Task brief
Please print the data shown below without any alteration.

┏━━

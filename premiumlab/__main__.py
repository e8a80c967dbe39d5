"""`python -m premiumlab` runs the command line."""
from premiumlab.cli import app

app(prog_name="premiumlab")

┗━━

Response below
filename premiumlab/__main__.py
repository e8a80c967dbe39d5
"""`python -m premiumlab` runs the command line."""
from premiumlab.cli import app

app(prog_name="premiumlab")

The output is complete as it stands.